# [What needs to be done]
Gather each line in the entries that includes the string "const".

# [Recorded data]
* * * * * * *

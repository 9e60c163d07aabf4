// SPDX-License-Identifier: GPL-3.0-or-later
#include "method/reference_tone.h"

#include <fmt/format.h>

#include <algorithm>
#include <vector>

#include "method/steady.h"

namespace kneeprint {
namespace {

// Three short blocks of the fundamental alone, at the lowest rung: 0.2 s each or what whole cycles
// need (0.3 s at 997 Hz).
TakeSpec as_steady(const TakeSpec& spec) {
  TakeSpec steady = spec;
  steady.method = "steady";
  steady.send = std::min(spec.lowest, spec.send);  // never louder than the rung
  steady.settings.orders = 1;
  steady.settings.block = Seconds(0.15);
  steady.settings.blocks = 3;
  steady.settings.wanted_harmonic_u = Decibels(0.0);
  return steady;
}

const Method& steady_method() {
  static const Method steady = steady_sine();
  return steady;
}

int first_hold_blocks(const TakeSpec& spec, Hertz rate) {
  return steady_method().first_hold_blocks(as_steady(spec), rate);
}

Seconds block_length(const TakeSpec& spec, Hertz rate) {
  return steady_method().block_length(as_steady(spec), rate);
}

Stimulus stimulus(const TakeSpec& spec, Hertz rate) {
  return steady_method().stimulus(as_steady(spec), rate);
}

// Of the fundamental's level, from noise alone.
Contribution type_a(const Curves& read) {
  for (const HarmonicPoint& p : read.harmonics) {
    if (p.order == 1) return {p.noise_u_db, p.noise_dof};
  }
  return {};
}

TakeVerdict read(const TakeSpec& spec, const TakeData& take, const RigView& rig, Curves& out) {
  const TakeSpec steady = as_steady(spec);
  Curves read;
  TakeVerdict verdict = steady_method().read(steady, take, rig, read);
  const LevelPoint& level = read.levels.front();
  ScalarPoint p;
  p.method = "reference";
  p.frequency_hz = level.frequency_hz;
  p.drive = level.drive;
  p.unit = level.unit;
  p.figure = "reference-gain";
  p.state = fmt::format("rung {}", spec.rung);
  p.value_unit = "dB";
  p.flag = level.flag;
  // A level flagged as noise has a fundamental under the noise: no gain to state.
  if (level.output && level.flag != Flag::noise) {
    p.value = *level.output - level.drive;
    std::vector<Contribution> noise{type_a(read)};
    if (take.reference != nullptr) {
      Curves drive;
      steady_method().read(steady, {*take.reference}, rig, drive);
      noise.push_back(type_a(drive));
    }
    const Contribution c = combine(noise);
    p.expanded_u = coverage_factor_95(c.dof) * c.u;
  }
  out.scalars.push_back(p);
  // Of the ladder's own figures it says nothing: its level does not climb.
  verdict.thd_f_percent.reset();
  verdict.output_level.reset();
  verdict.longer.reset();
  return verdict;
}

}  // namespace

Method reference_tone() {
  return {"reference",
          "reference tone between the steps",
          "AES17-2015",
          Placement::every_rung,
          {.id = "reference", .frequencies = true},
          first_hold_blocks,
          block_length,
          stimulus,
          read,
          nullptr};
}

}  // namespace kneeprint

* * * * * * *

# [Written solution]
TakeSpec as_steady(const TakeSpec& spec) {
const Method& steady_method() {
  static const Method steady = steady_sine();
int first_hold_blocks(const TakeSpec& spec, Hertz rate) {
Seconds block_length(const TakeSpec& spec, Hertz rate) {
Stimulus stimulus(const TakeSpec& spec, Hertz rate) {
Contribution type_a(const Curves& read) {
  for (const HarmonicPoint& p : read.harmonics) {
TakeVerdict read(const TakeSpec& spec, const TakeData& take, const RigView& rig, Curves& out) {
  const TakeSpec steady = as_steady(spec);
  const LevelPoint& level = read.levels.front();
    const Contribution c = combine(noise);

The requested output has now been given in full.